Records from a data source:

++++++

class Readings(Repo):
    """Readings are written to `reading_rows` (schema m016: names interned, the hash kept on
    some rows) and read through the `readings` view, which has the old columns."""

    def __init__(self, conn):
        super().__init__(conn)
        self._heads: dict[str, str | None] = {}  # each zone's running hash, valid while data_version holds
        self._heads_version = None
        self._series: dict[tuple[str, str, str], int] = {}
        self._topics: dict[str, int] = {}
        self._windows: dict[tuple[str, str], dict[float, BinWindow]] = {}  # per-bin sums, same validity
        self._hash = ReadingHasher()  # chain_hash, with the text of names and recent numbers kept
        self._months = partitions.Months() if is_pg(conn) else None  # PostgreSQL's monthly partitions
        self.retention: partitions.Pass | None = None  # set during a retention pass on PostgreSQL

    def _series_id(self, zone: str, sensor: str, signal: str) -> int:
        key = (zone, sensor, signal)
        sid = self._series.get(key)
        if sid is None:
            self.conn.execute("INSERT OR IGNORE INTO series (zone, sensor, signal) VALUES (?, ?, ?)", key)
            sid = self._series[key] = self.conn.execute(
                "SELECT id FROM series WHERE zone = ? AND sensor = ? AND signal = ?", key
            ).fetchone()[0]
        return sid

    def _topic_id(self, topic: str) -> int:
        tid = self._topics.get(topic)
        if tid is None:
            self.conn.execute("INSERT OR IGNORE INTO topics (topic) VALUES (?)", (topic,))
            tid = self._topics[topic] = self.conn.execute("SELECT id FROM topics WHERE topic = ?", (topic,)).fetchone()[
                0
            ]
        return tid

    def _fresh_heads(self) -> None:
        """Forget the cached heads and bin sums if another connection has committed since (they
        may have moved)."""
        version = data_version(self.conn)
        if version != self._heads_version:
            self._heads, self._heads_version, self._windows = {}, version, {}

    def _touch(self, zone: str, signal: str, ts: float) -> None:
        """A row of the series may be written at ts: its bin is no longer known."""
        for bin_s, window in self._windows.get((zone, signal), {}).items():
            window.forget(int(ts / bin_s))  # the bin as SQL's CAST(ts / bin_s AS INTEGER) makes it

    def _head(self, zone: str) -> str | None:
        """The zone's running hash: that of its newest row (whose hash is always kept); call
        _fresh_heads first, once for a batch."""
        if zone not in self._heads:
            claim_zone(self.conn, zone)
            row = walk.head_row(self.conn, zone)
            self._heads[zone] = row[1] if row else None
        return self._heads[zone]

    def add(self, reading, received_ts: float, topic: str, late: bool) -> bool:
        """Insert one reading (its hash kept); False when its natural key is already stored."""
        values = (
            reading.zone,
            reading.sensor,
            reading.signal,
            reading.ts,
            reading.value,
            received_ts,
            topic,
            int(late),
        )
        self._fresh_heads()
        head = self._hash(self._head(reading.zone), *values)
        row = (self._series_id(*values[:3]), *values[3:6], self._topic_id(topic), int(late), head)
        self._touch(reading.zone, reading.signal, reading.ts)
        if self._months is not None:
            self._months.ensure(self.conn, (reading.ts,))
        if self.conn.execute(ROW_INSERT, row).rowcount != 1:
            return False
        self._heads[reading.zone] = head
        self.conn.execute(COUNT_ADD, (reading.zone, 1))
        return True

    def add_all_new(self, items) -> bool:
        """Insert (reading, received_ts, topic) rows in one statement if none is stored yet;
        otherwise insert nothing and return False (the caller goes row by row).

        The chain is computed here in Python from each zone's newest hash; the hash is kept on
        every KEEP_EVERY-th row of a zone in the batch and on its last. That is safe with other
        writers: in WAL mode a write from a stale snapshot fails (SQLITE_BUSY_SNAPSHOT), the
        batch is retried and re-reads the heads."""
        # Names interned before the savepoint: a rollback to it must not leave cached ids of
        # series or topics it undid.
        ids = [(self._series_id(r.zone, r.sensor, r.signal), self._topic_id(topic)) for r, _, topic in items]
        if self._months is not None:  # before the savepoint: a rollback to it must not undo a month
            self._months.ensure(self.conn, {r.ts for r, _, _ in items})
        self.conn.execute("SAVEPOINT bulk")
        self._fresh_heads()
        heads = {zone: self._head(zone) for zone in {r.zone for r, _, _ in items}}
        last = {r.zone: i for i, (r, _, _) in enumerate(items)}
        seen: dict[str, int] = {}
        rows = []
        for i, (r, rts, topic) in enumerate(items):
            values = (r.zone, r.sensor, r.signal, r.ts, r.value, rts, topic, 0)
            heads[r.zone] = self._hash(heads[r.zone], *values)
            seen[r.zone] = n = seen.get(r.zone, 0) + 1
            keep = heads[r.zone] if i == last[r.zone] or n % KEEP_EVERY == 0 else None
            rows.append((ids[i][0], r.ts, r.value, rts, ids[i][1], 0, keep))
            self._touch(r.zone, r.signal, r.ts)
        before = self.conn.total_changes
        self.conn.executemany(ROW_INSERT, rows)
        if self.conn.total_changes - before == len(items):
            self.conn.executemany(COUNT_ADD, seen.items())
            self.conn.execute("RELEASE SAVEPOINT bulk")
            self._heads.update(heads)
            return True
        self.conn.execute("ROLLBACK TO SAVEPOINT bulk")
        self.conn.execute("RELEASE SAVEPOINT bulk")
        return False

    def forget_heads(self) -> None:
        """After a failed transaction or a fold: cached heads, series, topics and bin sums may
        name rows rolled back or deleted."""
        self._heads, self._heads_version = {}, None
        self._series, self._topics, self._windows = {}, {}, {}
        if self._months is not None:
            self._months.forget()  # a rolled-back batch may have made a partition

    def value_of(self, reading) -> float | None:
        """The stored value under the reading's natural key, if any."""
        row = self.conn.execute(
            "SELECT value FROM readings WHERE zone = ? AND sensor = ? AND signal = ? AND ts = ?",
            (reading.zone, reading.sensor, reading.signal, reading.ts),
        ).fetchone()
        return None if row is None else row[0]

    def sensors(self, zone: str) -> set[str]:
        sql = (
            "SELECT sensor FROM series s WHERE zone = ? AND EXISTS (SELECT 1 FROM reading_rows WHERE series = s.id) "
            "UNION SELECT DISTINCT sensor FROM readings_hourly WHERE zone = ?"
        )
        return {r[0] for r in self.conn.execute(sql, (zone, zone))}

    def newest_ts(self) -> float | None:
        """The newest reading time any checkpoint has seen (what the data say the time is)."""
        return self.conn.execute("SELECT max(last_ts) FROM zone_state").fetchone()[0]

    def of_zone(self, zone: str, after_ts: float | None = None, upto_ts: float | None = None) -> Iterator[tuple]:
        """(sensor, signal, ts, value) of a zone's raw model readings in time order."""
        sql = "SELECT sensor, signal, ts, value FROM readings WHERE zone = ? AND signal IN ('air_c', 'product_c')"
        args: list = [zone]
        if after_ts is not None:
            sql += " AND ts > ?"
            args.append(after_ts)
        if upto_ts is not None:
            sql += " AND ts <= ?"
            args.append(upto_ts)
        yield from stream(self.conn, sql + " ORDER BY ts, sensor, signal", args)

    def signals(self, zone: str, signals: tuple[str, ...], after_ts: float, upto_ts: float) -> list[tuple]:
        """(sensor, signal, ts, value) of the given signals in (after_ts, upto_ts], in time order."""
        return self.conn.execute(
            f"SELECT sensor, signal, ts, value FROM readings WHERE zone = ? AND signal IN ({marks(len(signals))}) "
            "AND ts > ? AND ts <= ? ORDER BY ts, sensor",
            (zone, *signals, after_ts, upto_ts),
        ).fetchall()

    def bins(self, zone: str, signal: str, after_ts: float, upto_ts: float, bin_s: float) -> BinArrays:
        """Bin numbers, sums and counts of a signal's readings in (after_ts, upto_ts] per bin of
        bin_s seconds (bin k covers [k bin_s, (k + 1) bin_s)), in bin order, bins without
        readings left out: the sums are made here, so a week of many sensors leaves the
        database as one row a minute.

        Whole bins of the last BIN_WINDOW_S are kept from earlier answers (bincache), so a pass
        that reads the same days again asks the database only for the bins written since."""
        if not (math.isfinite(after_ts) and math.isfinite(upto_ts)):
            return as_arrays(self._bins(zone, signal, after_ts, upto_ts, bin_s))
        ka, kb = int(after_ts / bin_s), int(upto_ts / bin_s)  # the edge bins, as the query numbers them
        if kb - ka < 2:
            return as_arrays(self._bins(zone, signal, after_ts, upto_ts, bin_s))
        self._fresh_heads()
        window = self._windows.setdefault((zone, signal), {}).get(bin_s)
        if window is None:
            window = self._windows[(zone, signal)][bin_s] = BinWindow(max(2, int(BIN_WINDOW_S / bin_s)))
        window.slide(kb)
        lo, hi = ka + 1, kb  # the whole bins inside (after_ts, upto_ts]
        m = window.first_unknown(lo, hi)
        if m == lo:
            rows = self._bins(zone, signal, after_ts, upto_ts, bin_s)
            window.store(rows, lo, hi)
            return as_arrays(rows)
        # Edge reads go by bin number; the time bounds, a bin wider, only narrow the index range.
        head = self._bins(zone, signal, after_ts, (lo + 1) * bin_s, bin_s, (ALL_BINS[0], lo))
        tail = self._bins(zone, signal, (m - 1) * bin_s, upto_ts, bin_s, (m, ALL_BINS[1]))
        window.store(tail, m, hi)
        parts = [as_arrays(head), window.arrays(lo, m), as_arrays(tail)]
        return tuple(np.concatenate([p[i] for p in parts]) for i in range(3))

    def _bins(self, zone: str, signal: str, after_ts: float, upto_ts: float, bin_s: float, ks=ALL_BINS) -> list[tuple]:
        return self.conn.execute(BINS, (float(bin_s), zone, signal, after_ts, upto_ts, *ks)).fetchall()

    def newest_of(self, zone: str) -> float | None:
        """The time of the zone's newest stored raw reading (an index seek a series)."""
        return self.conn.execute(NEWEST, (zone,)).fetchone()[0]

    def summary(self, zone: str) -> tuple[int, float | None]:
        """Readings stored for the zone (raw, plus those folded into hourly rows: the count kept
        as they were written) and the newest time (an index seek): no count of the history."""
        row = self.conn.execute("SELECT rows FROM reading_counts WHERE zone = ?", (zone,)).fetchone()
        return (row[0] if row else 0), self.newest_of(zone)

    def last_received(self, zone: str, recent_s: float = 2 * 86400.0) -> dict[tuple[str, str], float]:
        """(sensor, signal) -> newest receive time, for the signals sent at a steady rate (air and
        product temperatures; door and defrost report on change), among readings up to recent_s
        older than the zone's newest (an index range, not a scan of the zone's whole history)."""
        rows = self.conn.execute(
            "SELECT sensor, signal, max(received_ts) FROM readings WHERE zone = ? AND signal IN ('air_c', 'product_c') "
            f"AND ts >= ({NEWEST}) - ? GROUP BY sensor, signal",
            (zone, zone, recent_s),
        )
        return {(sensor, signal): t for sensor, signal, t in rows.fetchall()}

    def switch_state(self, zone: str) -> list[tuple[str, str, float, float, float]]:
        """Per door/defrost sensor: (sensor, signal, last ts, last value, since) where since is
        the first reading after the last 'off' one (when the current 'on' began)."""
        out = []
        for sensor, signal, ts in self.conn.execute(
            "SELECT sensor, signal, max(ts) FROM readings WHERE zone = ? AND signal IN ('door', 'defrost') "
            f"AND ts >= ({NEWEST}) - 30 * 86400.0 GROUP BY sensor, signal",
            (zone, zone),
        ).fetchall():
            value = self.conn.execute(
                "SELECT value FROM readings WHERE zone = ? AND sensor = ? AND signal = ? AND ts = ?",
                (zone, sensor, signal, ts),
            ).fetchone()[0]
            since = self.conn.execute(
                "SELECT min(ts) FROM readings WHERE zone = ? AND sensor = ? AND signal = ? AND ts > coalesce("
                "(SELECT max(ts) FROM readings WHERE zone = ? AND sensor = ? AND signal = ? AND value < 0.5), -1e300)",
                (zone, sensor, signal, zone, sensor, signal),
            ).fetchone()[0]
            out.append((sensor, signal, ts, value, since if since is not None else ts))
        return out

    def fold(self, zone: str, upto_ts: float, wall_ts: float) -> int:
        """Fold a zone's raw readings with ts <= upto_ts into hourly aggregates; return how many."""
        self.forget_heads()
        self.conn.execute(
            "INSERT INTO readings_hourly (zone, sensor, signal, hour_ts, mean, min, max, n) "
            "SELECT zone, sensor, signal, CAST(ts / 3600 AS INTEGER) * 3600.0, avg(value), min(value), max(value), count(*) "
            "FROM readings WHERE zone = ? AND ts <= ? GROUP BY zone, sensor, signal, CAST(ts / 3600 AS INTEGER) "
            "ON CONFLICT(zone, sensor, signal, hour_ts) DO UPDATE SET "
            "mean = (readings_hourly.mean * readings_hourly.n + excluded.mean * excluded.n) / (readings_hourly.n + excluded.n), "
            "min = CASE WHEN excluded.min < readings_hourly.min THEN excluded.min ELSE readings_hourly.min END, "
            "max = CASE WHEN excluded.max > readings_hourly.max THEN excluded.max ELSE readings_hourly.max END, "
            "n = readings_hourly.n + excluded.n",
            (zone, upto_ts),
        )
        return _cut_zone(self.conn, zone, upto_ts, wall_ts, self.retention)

++++++

Go through the data and copy every line that includes "ensure".

=== Result of the task ===
            self._months.ensure(self.conn, (reading.ts,))
            self._months.ensure(self.conn, {r.ts for r, _, _ in items})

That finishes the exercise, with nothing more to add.